# New to ATVs



## Stik208 (Oct 19, 2004)

I am currently looking for a used 4 wheeler. I dont really have a preference on brand, all I am looking for is 4x4. I have a few questions, how many miles do they usually go for? I've seen ones with about 2200 miles on them is that reasonable? What size would I want to get? If I were to get one I was looking for one with a plow on it to do my driveway. Does year make a big difference? I hate to ask so many questions but it is what it is.


----------



## mercer_me (Sep 13, 2008)

If you want to plow with it your going to need atleast a 400 4x4 with a 60" plow IMO. I personaly like Arctic Cat, but your going to get alot of diferent ansers on what brand to buy. 2200 isn't a whole lot of miles, but I personaly wouldn't buy on with over 3000 milles on it. Year realy doesn't matter if it's in good shape IMO. If you get a newer ATV it's going to ride better and will have some other features. But for plowing you don't need a brand new ATV IMO.


----------



## SuperdutyShane (Mar 6, 2009)

mercer_me;809619 said:


> If you want to plow with it your going to need atleast a 400 4x4 with a 60" plow IMO. I personaly like Arctic Cat, but your going to get alot of diferent ansers on what brand to buy. 2200 isn't a whole lot of miles, but I personaly wouldn't buy on with over 3000 milles on it. Year realy doesn't matter if it's in good shape IMO. If you get a newer ATV it's going to ride better and will have some other features. But for plowing you don't need a brand new ATV IMO.

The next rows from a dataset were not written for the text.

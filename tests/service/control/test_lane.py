"""A lane outlives every mistake of those who talk on it."""

import socket
from collections.abc import Iterator
from pathlib import Path

import pytest

from trunnion.service.clock import SystemClock
from trunnion.service.control.lane import Lane
from trunnion.service.control.peer import Peer


class Talk:
    """Says back what it hears; fails on `fail`."""

    is_over = False

    def hear(self, data: bytes) -> bytes:
        if data == b"fail":
            raise ZeroDivisionError
        return data


class Reception:
    """Begins a talk with everybody but the first `refusals`."""

    def __init__(self) -> None:
        self.refusals = 0

    def __call__(self, peer: Peer) -> Talk:
        if self.refusals:
            self.refusals -= 1
            raise LookupError
        return Talk()


@pytest.fixture
def reception() -> Reception:
    return Reception()


@pytest.fixture
def path(tmp_path: Path, reception: Reception) -> Iterator[Path]:
    with socket.socket(socket.AF_UNIX) as listener:
        listener.bind(str(tmp_path / "lane"))
        listener.listen()
        listener.settimeout(0.0)
        lane = Lane("test", listener, reception, SystemClock())
        yield tmp_path / "lane"
        lane.close()


def said_back(path: Path, data: bytes) -> bytes:
    with socket.socket(socket.AF_UNIX) as connection:
        connection.settimeout(10.0)
        connection.connect(str(path))
        connection.sendall(data)
        return connection.recv(100)


def test_a_talk_that_fails_ends_alone(path: Path, caplog: pytest.LogCaptureFixture) -> None:
    with socket.socket(socket.AF_UNIX) as other:
        other.settimeout(10.0)
        other.connect(str(path))
        other.sendall(b"one")
        assert other.recv(100) == b"one"
        assert said_back(path, b"fail") == b""
        other.sendall(b"two")
        assert other.recv(100) == b"two"
    assert "a mistake of ours" in caplog.text


def test_a_lane_goes_on_after_a_mistake_of_its_own(
    path: Path, reception: Reception, caplog: pytest.LogCaptureFixture
) -> None:
    reception.refusals = 1
    with socket.socket(socket.AF_UNIX) as unlucky:
        unlucky.connect(str(path))
        assert said_back(path, b"still here") == b"still here"
    assert "and goes on" in caplog.text
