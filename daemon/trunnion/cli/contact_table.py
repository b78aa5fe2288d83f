"""What became of the contacts of a plan that was flown: for people and for programs."""

from enum import Enum
from typing import TYPE_CHECKING

from trunnion.cli.output import number, print_table, print_text

if TYPE_CHECKING:
    from trunnion.service.briefing import Briefing, ContactBriefing
    from trunnion.service.rehearsal import Rehearsal

FORECAST_MARGIN_S = 2.0
"""So much longer than forecast a target may be outside the beam before that counts against it."""


class Fate(Enum):
    """What became of one contact."""

    TRACKED = "tracked"
    IN_PART = "in part, as forecast"
    LOST = "lost for longer than forecast"
    MISSED = "missed"


def is_in_order(briefing: "Briefing", rehearsal: "Rehearsal") -> bool:
    """Whether every contact was flown as well as was forecast."""
    bad = {Fate.LOST, Fate.MISSED}
    return not any(_fate(each, rehearsal) in bad for each in briefing.contacts)


def plain_results(briefing: "Briefing", rehearsal: "Rehearsal") -> dict[str, object]:
    """Everything as JSON holds it."""
    return {
        "station": briefing.station.site.name,
        "is_in_order": is_in_order(briefing, rehearsal),
        "contacts": [_plain(each, rehearsal) for each in briefing.contacts],
    }


def print_results(briefing: "Briefing", rehearsal: "Rehearsal") -> None:
    """Print a row a contact, and below the table what needs a sentence."""
    columns = (
        "contact",
        "flown [s]",
        "worst error [°]",
        "rms [°]",
        "out of beam [s]",
        "of tolerance [s]",
        "gate [n]",
        "",
    )
    title = f"Contacts of {briefing.station.site.name} as flown"
    print_table(title, columns, (_row(each, rehearsal) for each in briefing.contacts))
    for each in briefing.contacts:
        for sentence in each.sentences:
            print_text(f"{each.contact.id}: {sentence}")


def _fate(each: "ContactBriefing", rehearsal: "Rehearsal") -> Fate:
    result = rehearsal.results.get(each.contact.id)
    if result is None or each.forecast is None:
        return Fate.MISSED
    outside_s = result.score.outside_beam_s
    if outside_s == 0.0:
        return Fate.TRACKED
    forecast_s = each.forecast.outside_beam_s + FORECAST_MARGIN_S
    return Fate.IN_PART if outside_s <= forecast_s else Fate.LOST


def _plain(each: "ContactBriefing", rehearsal: "Rehearsal") -> dict[str, object]:
    from trunnion.service.recorder import summary_of  # loads astronomy, which `stop` must not

    result = rehearsal.results.get(each.contact.id)
    return {
        "id": each.contact.id,
        "target": each.contact.target,
        "fate": _fate(each, rehearsal).value,
        "last_phase": result.last_phase.value if result else None,
        **(summary_of(result.score) if result else {}),
        "findings": list(each.sentences),
    }


def _row(each: "ContactBriefing", rehearsal: "Rehearsal") -> tuple[str, ...]:
    result, fate = rehearsal.results.get(each.contact.id), _fate(each, rehearsal).value
    if result is None:
        return (each.contact.id, *("–",) * 6, fate)
    score = result.score
    return (
        each.contact.id,
        number(score.seconds, 0),
        number(score.worst_error_deg, 4),
        number(score.rms_error_deg, 4),
        number(score.outside_beam_s, 1),
        number(score.outside_tolerance_s, 1),
        str(score.interventions),
        fate,
    )
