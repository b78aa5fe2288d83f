"""`trunnion demo`: the invented scenario on the simulated mount, in fast motion."""

import sys
import time
from collections.abc import Iterator
from typing import TYPE_CHECKING, Annotated

import typer

from trunnion.cli.contact_table import is_in_order, plain_results, print_results
from trunnion.cli.errors import FAILED
from trunnion.cli.output import print_json, say

if TYPE_CHECKING:
    from trunnion.service.briefing import Briefing
    from trunnion.service.rehearsal import Rehearsal
    from trunnion.service.turn import Turn

FRAME_S = 0.1
"""Time from picture to picture."""


def demo(
    *,
    speed: Annotated[
        float,
        typer.Option(min=1, max=100_000, metavar="TIMES", help="Times as fast as real time."),
    ] = 300.0,
    as_json: Annotated[
        bool, typer.Option("--json", help="Print JSON at the end, and nothing else.")
    ] = False,
) -> None:
    """Track an invented plan with a simulated mount, in fast motion; ends with a table."""
    from trunnion.cli.init import example_folder
    from trunnion.service.rehearsal import rehearsal_of

    briefing, rehearsal = rehearsal_of(example_folder() / "station.yaml", None)
    if as_json:
        for _ in rehearsal.turns():
            pass
        print_json(plain_results(briefing, rehearsal))
    else:
        _show(briefing, rehearsal, speed)
        print_results(briefing, rehearsal)
        say("This was the simulator. `trunnion init FOLDER` writes the files of this station.")
    if not is_in_order(briefing, rehearsal):
        raise typer.Exit(FAILED)


def _show(briefing: "Briefing", rehearsal: "Rehearsal", speed: float) -> None:
    paced = _paced(rehearsal.turns(), speed)
    if not sys.stdout.isatty():
        _tell(paced)
        return
    from rich.live import Live

    from trunnion.cli.scene import draw

    shown_s = time.monotonic()
    with Live(auto_refresh=False, transient=True) as live:
        for turn in paced:
            if time.monotonic() >= shown_s + FRAME_S:
                shown_s = time.monotonic()
                live.update(draw(briefing, turn), refresh=True)


def _paced(turns: "Iterator[Turn]", speed: float) -> "Iterator[Turn]":
    """The turns, at most so many times as fast as real time while the mount moves."""
    from trunnion.service.rehearsal import RESTING

    before: Turn | None = None
    due_s = time.monotonic()
    for turn in turns:
        yield turn
        if before is not None and before.decision.phase not in RESTING:
            due_s += (turn.mono_s - before.mono_s) / speed
        before, now_s = turn, time.monotonic()
        if due_s > now_s + FRAME_S:
            time.sleep(due_s - now_s)
        due_s = max(due_s, now_s - FRAME_S)


def _tell(turns: "Iterator[Turn]") -> None:
    """Without a terminal: a line whenever the mount begins to do something else."""
    from trunnion.sky.instants import format_utc

    told: tuple[object, str] | None = None
    for turn in turns:
        assignment = turn.decision.assignment
        now = (turn.decision.phase, assignment.contact if assignment else "")
        if now != told:
            told = now
            say(f"{format_utc(turn.utc_s, 0)}  {turn.decision.phase.value:<10} {now[1]}")
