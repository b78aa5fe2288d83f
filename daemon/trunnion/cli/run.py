"""`trunnion run`: the daemon itself."""

import signal
import sys
from typing import TYPE_CHECKING

import typer

from trunnion.cli.arguments import OptionalPlan, Station
from trunnion.cli.errors import MISUSED
from trunnion.cli.output import say
from trunnion.files.problems import FileProblems

if TYPE_CHECKING:
    from types import FrameType

    from trunnion.service.daemon import Daemon

SWITCH_INTERVAL_S = 0.0005
"""A thread that is busy gives the control turn way after this time, not after Python's 5 ms."""


def run(station: Station, *, plan: OptionalPlan = None) -> None:
    """Follow the pass plan, until told to end (SIGTERM, SIGINT); SIGHUP reads the plan again.

    Moving machinery: see that nobody is near the antenna, and that the hardware emergency stop
    works. SIGUSR1 is an emergency stop. The exit code is 2 when the station file cannot be used.
    """
    from trunnion.service.assembly import Paths
    from trunnion.service.clock import SystemClock
    from trunnion.service.daemon import Daemon
    from trunnion.service.log import configure
    from trunnion.service.notify import Notifier

    configure()
    sys.setswitchinterval(SWITCH_INTERVAL_S)
    try:
        daemon = Daemon(Paths(station, plan), SystemClock(), Notifier.from_environment())
    except FileProblems as problems:
        say(str(problems))
        raise typer.Exit(MISUSED) from None
    _listen_to_signals(daemon)
    daemon.run()


def _listen_to_signals(daemon: "Daemon") -> None:
    def end(_number: int, _frame: "FrameType | None") -> None:
        daemon.end()

    def reload(_number: int, _frame: "FrameType | None") -> None:
        daemon.reload()

    def stop(_number: int, _frame: "FrameType | None") -> None:
        daemon.emergency_stop("signal USR1")

    signal.signal(signal.SIGTERM, end)
    signal.signal(signal.SIGINT, end)
    signal.signal(signal.SIGHUP, reload)
    signal.signal(signal.SIGUSR1, stop)
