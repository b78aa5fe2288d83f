"""The tools that drivers bring along: each has a command line of its own, found by entry point."""

from importlib.metadata import entry_points
from pathlib import Path
from typing import NoReturn

import typer

from trunnion.cli.errors import FAILED
from trunnion.cli.output import say

GROUP = "trunnion.tools"
"""The entry-point group of functions that take a list of arguments and return an exit code."""

AS_TYPED = {"allow_extra_args": True, "ignore_unknown_options": True}


def bench(context: typer.Context) -> None:
    """Put a simulated mount where the station's driver looks for the real one."""
    _hand_over("bench", context.args)


def dialect(context: typer.Context) -> None:
    """Show what a dialect file would send, and how a captured answer is read."""
    _hand_over("dialect", context.args)


def commission(context: typer.Context) -> None:
    """Try a new mount step by step, slowly, with your agreement at each.

    Refused while a daemon has the mount, or an emergency stop is in force.
    """
    from trunnion.files.station import load_station
    from trunnion.service.commissioning import free_to_commission

    named = [Path(each) for each in context.args if Path(each).is_file()]
    if not named:
        _hand_over("commission", context.args)
    with free_to_commission(load_station(named[0]).files.latch):
        _hand_over("commission", context.args)


def _hand_over(name: str, arguments: list[str]) -> NoReturn:
    found = entry_points(group=GROUP, name=name)
    if not found:
        say(f"expected an installed tool {name!r}, and there is none; is the installation whole?")
        raise typer.Exit(FAILED)
    raise typer.Exit(next(iter(found)).load()(arguments))
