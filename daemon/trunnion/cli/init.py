"""`trunnion init`: the example configuration, as a start for one's own."""

from importlib.resources import files
from pathlib import Path
from typing import Annotated

import typer

from trunnion.cli.errors import FAILED
from trunnion.cli.output import print_text, say

_ABOUT_THE_FOLDER = {"README.md", "__init__.py"}


def init(
    folder: Annotated[
        Path, typer.Argument(metavar="[FOLDER]", help="Where to; made if it is not there.")
    ] = Path(),
) -> None:
    """Write out the example configuration; overwrites nothing."""
    examples = {
        path.name: path
        for path in sorted(example_folder().iterdir())
        if path.is_file() and path.name not in _ABOUT_THE_FOLDER
    }
    in_the_way = [name for name in examples if (folder / name).exists()]
    if in_the_way:
        say(f"{folder}: already there, nothing written: {', '.join(in_the_way)}")
        raise typer.Exit(FAILED)
    folder.mkdir(parents=True, exist_ok=True)
    for name, path in examples.items():
        with (folder / name).open("xb") as stream:
            stream.write(path.read_bytes())
    station = folder / "station.yaml"
    print_text(
        f"Wrote {', '.join(examples)} to {folder.absolute()}.\n"
        f"Make them your station's, then: trunnion check {station}"
    )


def example_folder() -> Path:
    """Return the folder of the example configuration, installed or in a source checkout."""
    package = Path(str(files("trunnion")))
    installed = package / "example"
    return installed if installed.is_dir() else package.parents[1] / "config"
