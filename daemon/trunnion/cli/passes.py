"""`trunnion passes`: when a target is up, and a draft plan of it."""

from pathlib import Path
from typing import TYPE_CHECKING, Annotated

import typer

from trunnion.cli.arguments import AsJson, From, Geometric, Station, TargetText, Until
from trunnion.cli.output import moment, number, print_json, print_table, progress, say
from trunnion.sky.instants import format_utc

if TYPE_CHECKING:
    from trunnion.sky.passes import Pass

_LONGEST_WINDOW_S = 366 * 86400.0


def passes(
    station: Station,
    *,
    target: TargetText,
    from_s: From,
    until_s: Until,
    above_deg: Annotated[
        float | None,
        typer.Option(
            "--above",
            metavar="DEG",
            help="Lowest elevation that counts; without it the elevation floor and the horizon "
            "mask.",
        ),
    ] = None,
    geometric: Geometric = False,
    write_plan: Annotated[
        Path | None,
        typer.Option(
            "--write-plan", metavar="FILE", help="Write a draft plan of them; overwrites nothing."
        ),
    ] = None,
    as_json: AsJson = False,
) -> None:
    """Print when a target rises, culminates and sets as seen from a station."""
    from trunnion.files.station import load_station
    from trunnion.service.clearance import clearance_of
    from trunnion.service.pass_search import search_passes
    from trunnion.service.targets import TargetBook
    from trunnion.service.viewpoint import viewpoint_of

    _must_make_sense(from_s, until_s, above_deg)
    loaded = load_station(station)
    viewpoint = viewpoint_of(loaded)
    book = TargetBook(loaded, viewpoint.geometric() if geometric else viewpoint)
    found = book.resolve_or_read(target)
    above = clearance_of(loaded).lowest_deg if above_deg is None else above_deg
    with progress(f"Passes of {found.name}", until_s - from_s) as advance:
        events = search_passes(found, from_s, until_s, above, advance)
    if write_plan is not None:
        name = found.name if book.means_file(target) else target
        _write_draft(write_plan, name, events, from_s, until_s)
    if as_json:
        print_json({"target": found.name, "passes": [_plain(each) for each in events]})
    else:
        _print_passes(found.name, events)


def _must_make_sense(from_s: float, until_s: float, above_deg: float | None) -> None:
    if until_s <= from_s:
        raise typer.BadParameter("expected --until after --from")
    if until_s - from_s > _LONGEST_WINDOW_S:
        raise typer.BadParameter("expected at most a year (366 days) between --from and --until")
    if above_deg is not None and not -90 <= above_deg <= 90:
        raise typer.BadParameter(f"expected --above of -90 to 90, got {above_deg:g}")


def _plain(each: "Pass") -> dict[str, object]:
    return {
        "rise": _time(each.rise_s),
        "culmination": _time(each.culmination_s),
        "set": _time(each.set_s),
        "highest_elevation_deg": each.highest_elevation_deg,
    }


def _time(utc_s: float | None) -> str | None:
    return None if utc_s is None else format_utc(utc_s)


def _second(utc_s: float | None, otherwise: str) -> str:
    return otherwise if utc_s is None else moment(float(round(utc_s)))


def _print_passes(name: str, events: "tuple[Pass, ...]") -> None:
    columns = ("rise (UTC)", "culmination (UTC)", "set (UTC)", "highest [°]")
    rows = (
        (
            _second(each.rise_s, "before the window"),
            _second(each.culmination_s, "outside the window"),
            _second(each.set_s, "after the window"),
            number(each.highest_elevation_deg, 2),
        )
        for each in events
    )
    print_table(f"Passes of {name}: {len(events)}", columns, rows)


def _write_draft(
    file: Path, target: str, events: "tuple[Pass, ...]", from_s: float, until_s: float
) -> None:
    from trunnion.files.draft import draft_plan

    spans = [
        (
            from_s if each.rise_s is None else each.rise_s,
            until_s if each.set_s is None else each.set_s,
        )
        for each in events
    ]
    with file.open("x", encoding="utf-8") as stream:
        stream.write(draft_plan(target, spans))
    say(f"Wrote a draft plan of {len(spans)} contacts to {file}.")
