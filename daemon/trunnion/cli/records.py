"""`trunnion records`: what happened in every contact."""

import sys
from collections.abc import Iterator, Sequence
from contextlib import closing, contextmanager
from pathlib import Path
from typing import TYPE_CHECKING, Annotated, Any

import typer
from typer.core import TyperGroup

from trunnion.cli.arguments import AsJson
from trunnion.cli.output import flattened, moment, print_json, print_table, say
from trunnion.sky.instants import format_utc

if TYPE_CHECKING:
    from trunnion.service.records.queries import ContactRecord, EventRecord, Records

_STATION = Path("station.yaml")


class _StationOrCommand(TyperGroup):
    """Takes a first word that is no command for the station file: `trunnion records STATION`."""

    def parse_args(self, ctx: Any, args: list[str]) -> list[str]:
        if args and not args[0].startswith("-") and args[0] not in self.commands:
            args = ["--station", *args]
        return super().parse_args(ctx, args)


def records_app() -> typer.Typer:
    """Return the group of commands about the records."""
    app = typer.Typer(cls=_StationOrCommand, invoke_without_command=True)
    app.callback()(records)
    app.command()(show)
    return app


def records(
    context: typer.Context,
    *,
    station: Annotated[
        Path, typer.Option(metavar="STATION", help="The station file; --station may be left out.")
    ] = _STATION,
    limit: Annotated[int, typer.Option(min=1, help="How many, the newest first.")] = 100,
    as_json: AsJson = False,
) -> None:
    """List the contacts that were, the newest first; `show` tells of one."""
    if context.invoked_subcommand is not None:
        return
    with _records_of(station) as kept:
        contacts = kept.contacts(limit)
    if as_json:
        print_json({"contacts": [_plain(contact) for contact in contacts]})
    else:
        _print_contacts(contacts)


def show(
    number: Annotated[int, typer.Argument(metavar="ID", help="The number in the list.")],
    station: Annotated[
        Path, typer.Argument(metavar="STATION", help="The station file.")
    ] = _STATION,
    *,
    csv: Annotated[
        Path | None,
        typer.Option(
            metavar="FILE", help="Write its samples as comma-separated values; - prints them."
        ),
    ] = None,
    as_json: AsJson = False,
) -> None:
    """Print one contact with its events, and export its samples."""
    with _records_of(station) as kept:
        contact = _contact(kept, number)
        events = kept.events(limit=1000, contact_id=number)[::-1]
        if csv is not None:
            _export(kept, number, csv)
            return
    if as_json:
        told = [
            {"time": format_utc(e.utc_s), "kind": e.kind.value, "what": e.sentence} for e in events
        ]
        print_json({"contact": _plain(contact), "events": told})
    else:
        _print_contact(contact, events)


@contextmanager
def _records_of(station: Path) -> "Iterator[Records]":
    from trunnion.files.station import load_station
    from trunnion.service.records.queries import Records

    with Records(load_station(station).files.records) as kept:
        yield kept


def _contact(kept: "Records", number: int) -> "ContactRecord":
    from trunnion.service.errors import ServiceError

    contact = kept.contact(number)
    if contact is None:
        raise ServiceError(f"expected the number of a contact on record, got {number}")
    return contact


def _export(kept: "Records", number: int, csv: Path) -> None:
    from trunnion.service.records.export import csv_lines

    with closing(kept.samples(number)) as samples:
        lines = (f"{line}\n" for line in csv_lines(samples))
        if csv == Path("-"):
            sys.stdout.writelines(lines)
            return
        with csv.open("x", encoding="utf-8") as stream:
            stream.writelines(lines)
    say(f"Wrote the samples of contact {number} to {csv}.")


def _plain(contact: "ContactRecord") -> dict[str, object]:
    return {
        "id": contact.contact_id,
        "contact": contact.contact,
        "target": contact.target,
        "begin": format_utc(contact.begin_utc_s),
        "end": None if contact.end_utc_s is None else format_utc(contact.end_utc_s),
        "planned_begin": format_utc(contact.planned_begin_s),
        "planned_end": format_utc(contact.planned_end_s),
        "outcome": contact.outcome.value,
        "samples": contact.samples,
        "summary": dict(contact.summary),
    }


def _print_contacts(contacts: "Sequence[ContactRecord]") -> None:
    rows = (
        (
            str(contact.contact_id),
            contact.contact,
            contact.target,
            moment(contact.begin_utc_s),
            moment(contact.end_utc_s),
            contact.outcome.value,
            str(contact.samples),
        )
        for contact in contacts
    )
    columns = ("ID", "contact", "target", "begin (UTC)", "end (UTC)", "outcome", "samples")
    print_table(f"Contacts on record: {len(contacts)}", columns, rows)


def _print_contact(contact: "ContactRecord", events: "Sequence[EventRecord]") -> None:
    print_table(f"Contact {contact.contact_id}", ("what", "how"), flattened(_plain(contact)))
    if events:
        rows = ((moment(e.utc_s), e.kind.value, e.sentence) for e in events)
        print_table("Events", ("time (UTC)", "kind", "what"), rows)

Like Mercer said, a 400 or bigger will move some snow. I have a Kawasaki 360 with a 48'' and it could have used a bigger plow but it was able to move every snowfall we got. I like the Kawasaki, but I cant give my input, as Ive never owned an Arctic Cat. However, from what I have heard, I would almost consider telling you to buy an Arctic Cat. They seem to make a real good machine. 2200 miles isnt much. It depends on how it was ridden. If that was 2200 miles of full bore riding through terrible condition then the machine might not be the one you want. Mercer's opinion on the year is pretty right, condition is really what to look for. Since your just plowing, just do Craigslist and find a used, not beat but used, atv with at least a 54". Be sure to use it in the summer too, they really are a lot of fun.


----------



## chuckraduenz (Jan 4, 2009)

i had a 2000 polaris sportsman 335. i made a 54" plow for it. it did pretty good for plowing snow. i evon used it for grading driveways. it had 7000miles on it when i sold it in 2008. it was still in perfect shape. it had new tires and i also got new plastic for it since i thought i was gona keep it. but ended up selling it 3monthes later since i had the money to buy new. if the wheeler is in good shape, and do see any oil spots, or oil leakes. id say it be a good deal. get least a 350 or bigger. and a 54" plow at least. since its just for your drive. if you have the cash to spend to get a 400 or 500 get least a 60" plow. as i now wish i would have built a 60" plow insted. i used my new 500 sportsman last winter for plowing other people out localy. and it did pretty good in deep snow and drifts. altho the drives were only about 50-75 feet long. it been nice to have a 60" but if you have a long drive a 54 will do fine. but keep in mind a smaller wheeler on a bigger plow your wheeler will go sideways when plowing at an angle or you will be spinning alot. do not get a 2x4. get a 4x4. 

good luck


----------



## FEFMedia (Sep 17, 2009)

Whats your budget? Suzuki has the Eiger 400 which are great quads. Pick one of those up used. semi indy suspension in the rear.. its a nice machine and plows great.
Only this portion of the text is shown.